Italian Prime Minister Silvio Berlusconi has survived a tough parliamentary test. A break-away group of former allies abstained in a vote against a junior minister, avoiding a fresh general election for now.

Gianfranco Fini and Silvio Berlusconi

Fini and Berlusconi's alliance came to an abrupt end

The conservative coalition of Italian Prime Minister Silvio Berlusconi has passed its first test in parliament since a damaging defection of members of his party – avoiding any immediate need for a general election.

"We will not go to the polls for now," said Minister for Reforms Umberto Bossi.

Supporters of Berlusconi's estranged former political ally Gianfranco Fini declined to take part in a vote of no-confidence against junior justice minister Giacomo Caliendo.

The motion, put forward by opposition parties, was defeated in the lower house Chamber of Deputies with 299 votes against, 229 votes in favor and 75 abstentions.

A ballot box is emptied in Rome

Elections in Italy usually take place in the spring

Berlusconi had moved to expel Fini from the center-right People of Freedom party last week. Fini left - but took 33 other parliamentarians with him to join the new Future and Freedom party. Crucially, this denied Berlusconi and his allies a majority in parliament and the premier threatened early elections if provoked by Fini.

Caliendo is under police investigation for allegedly trying to sell political influence. Fini and his allies avoided a showdown at the ballot box by opting for an abstention.

'Sailing without a compass'

However, Interior Minister Roberto Maroni - from Berlusconi's main coalition partners the Northern League - said that a general election could take place when parliament resumes in September. Maroni said that Berlusconi's two-year-old government was "sailing without a compass" following the split.
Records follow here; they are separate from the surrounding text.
/** The caution every result carries (SCIENCE.md §8). */
export const SAFETY_NOTICE =
  'branchwise computes molecular constants from the data it is given. It certifies nothing about the safety, ' +
  'purity or identity of a gas supply. CO is toxic; HCl, HBr and HF are corrosive and toxic, HF is acutely ' +
  'dangerous, and HCN is acutely toxic. Follow local codes, the safety data sheets and licensed practice.';
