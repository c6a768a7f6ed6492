import { describe, expect, it } from 'vitest';
import { CHECK_MARGIN, numerovCheck } from '../../src/potential/potential-curve.js';
import { BASE, Bv, C, curves, G, SERIES, Y00 } from '../helpers/invented-oscillator.js';

// The Numerov check and the refinement as potentialCurves runs them (6000-point grids, few levels: a few tenths of
// a second each), kept apart from potential-stages.test.ts so that a mutation run of the other stages need not pay
// for them. All computed inside `it`.

// The invented oscillator (constants, Y00, curves) is in test/helpers/invented-oscillator.ts.

describe('numerovCheck on 6000 points', () => {
  it('numerovCheck: levels 0…vMax on the curve to vTop, the shift ≈ Y00 and the first-order interval error', () => {
    const check = numerovCheck(SERIES, C, 1, 4);
    if (!check) throw new Error('no check');
    expect(check.vTop).toBe(4);
    expect(check.grid.points).toBe(6000);
    expect(check.levels.map((l) => l.v)).toEqual([0, 1]);
    // First order leaves the shift within 0.05 of Y00 and the interval within 0.1 cm⁻¹ (measured 1.087 and 0.063).
    expect(Math.abs(check.zeroPointShift - Y00)).toBeLessThan(0.05);
    expect(check.worstIntervalError).toBeGreaterThan(0.01);
    expect(check.worstIntervalError).toBeLessThan(0.1);
    expect(numerovCheck({ g: [2000, -10], b: [2, 3] }, C, 1, 4)).toBeUndefined();
  });
});

describe('potentialCurves with the Numerov check and the refinement', () => {
  it('verification from vMax + 3 and a refinement within the goals: no warning beyond the range notes', () => {
    const r = curves();
    expect(CHECK_MARGIN).toBe(3);
    const v = r.verification;
    if (!v) throw new Error('no verification');
    expect(v.vTop).toBe(1 + CHECK_MARGIN);
    expect(v.levels.length).toBe(2);
    expect(Math.abs(v.zeroPointShift - Y00)).toBeLessThan(0.05);
    const f = r.refined;
    if (!f) throw new Error('no refinement');
    expect(f.vTop).toBe(4);
    expect(f.withinGoals).toBe(true);
    expect(f.worstIntervalError).toBeLessThan(0.01);
    expect(f.worstRotationalRelativeError).toBeLessThan(1e-4);
    expect(f.grid.points).toBe(6000);
    expect(Math.abs(f.zeroPointShift - Y00)).toBeLessThan(0.005);
    expect(f.start).toBe('identity');
    expect(f.solves).toBeGreaterThan(1);
    expect(f.rounds.length).toBe(f.solves);
    expect(f.levels.map((l) => l.v)).toEqual([0, 1]);
    f.levels.forEach((l, i) => {
      const fo = r.levels[i];
      if (!fo) throw new Error('no level');
      // E_v = G_v − G_0 + E_0 of the refined curve: G_v + Y00 within 0.01.
      expect(Math.abs(l.energy.value - (G(l.v) + f.zeroPointShift))).toBeLessThan(0.01);
      expect(l.energy.uncertainty).toBe(fo.energy.uncertainty);
      expect(l.rMin.uncertainty).toBe(fo.rMin.uncertainty);
      expect(l.rMax.uncertainty).toBe(fo.rMax.uncertainty);
      expect([l.energy.unit, l.rMin.unit, l.rMax.unit]).toEqual(['cm-1', 'angstrom', 'angstrom']);
      // The refined turning points move by < 1e-3 Å from first order (measured ≤ 1.1e-4).
      expect(Math.abs(l.rMin.value - fo.rMin.value)).toBeLessThan(1e-3);
      expect(Math.abs(l.rMax.value - fo.rMax.value)).toBeLessThan(1e-3);
      expect(l.rMin.value).not.toBe(fo.rMin.value);
      expect(Math.abs(l.B / Bv(l.v) - 1)).toBeLessThan(1e-4);
      expect(l.intervalError).toBe((f.levels[i] as { intervalError: number }).intervalError);
    });
    expect(r.warnings.map((w) => w.code)).toEqual([]);
  });

  it('refine: false keeps the check only; verify: false drops both (refine follows verify by default)', () => {
    const checkOnly = curves({ refine: false });
    expect(checkOnly.verification).toBeDefined();
    expect(checkOnly.refined).toBeUndefined();
    const none = curves({ verify: false });
    expect(none.verification).toBeUndefined();
    expect(none.refined).toBeUndefined();
    const refineWithoutCheck = curves({ verify: false, refine: true });
    expect(refineWithoutCheck.refined).toBeUndefined();
    expect(refineWithoutCheck.warnings.map((w) => w.code)).toEqual([]);
  });

  it('vTop steps down by halves from vMax + 3 until G(v) is increasing up to it (ω_e x_e = 100: dG/dv = 0 at v = 9.5)', () => {
    // dG/dv = 2000 − 200x vanishes at x = 10 (v = 9.5): vTop = 11, 10.5, 10, 9.5 are refused, 9 is the first kept.
    const steep = BASE.map((c) => (c.k === 2 && c.l === 0 ? { ...c, value: -100 } : c));
    const r = curves({ coefficients: steep, vMax: 8, vData: 8, refine: false });
    expect(r.verification?.vTop).toBe(9);
    expect(r.verification?.levels.length).toBe(9);
  });

  it('a curve that is not single-valued: no check, no refinement, and the warning says why', () => {
    // B(v) = 2 + 3x keeps G(v) increasing and B(v) positive but makes the turning points cross by v = 1.
    const crossing = BASE.map((c) => (c.k === 1 && c.l === 1 ? { ...c, value: 3 } : c));
    const r = curves({ coefficients: crossing, vMax: 2, vData: 2 });
    expect(r.verification).toBeUndefined();
    expect(r.refined).toBeUndefined();
    expect(r.warnings).toContainEqual({
      code: 'POTENTIAL_NOT_VERIFIED',
      message: 'the RKR curve is not single-valued on each side of the minimum; the Numerov check was skipped',
    });
    expect(r.warnings.filter((w) => w.code === 'POTENTIAL_NOT_REFINED')).toEqual([]);
  });
});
Italian Interior Minister Roberto Maroni

Interior Minister Maroni said elections in September were possible

"If the ship hits the rocks, we go back to the polls," Maroni told the Italian daily newspaper Corriere della Sera on Wednesday.

The minister added that the government might be forced to break with its usual procedure of holding elections in springtime.

"I know there are no precedents for holding elections in the autumn, but that should not be ruled out in the face of a serious political crisis."

Berlusconi is believed to favor early elections if he does not have sufficient backing in parliament. Although the 73-year-old's coalition has seen its popularity slide recently, the center-left opposition is so fragmented that he could win an early poll.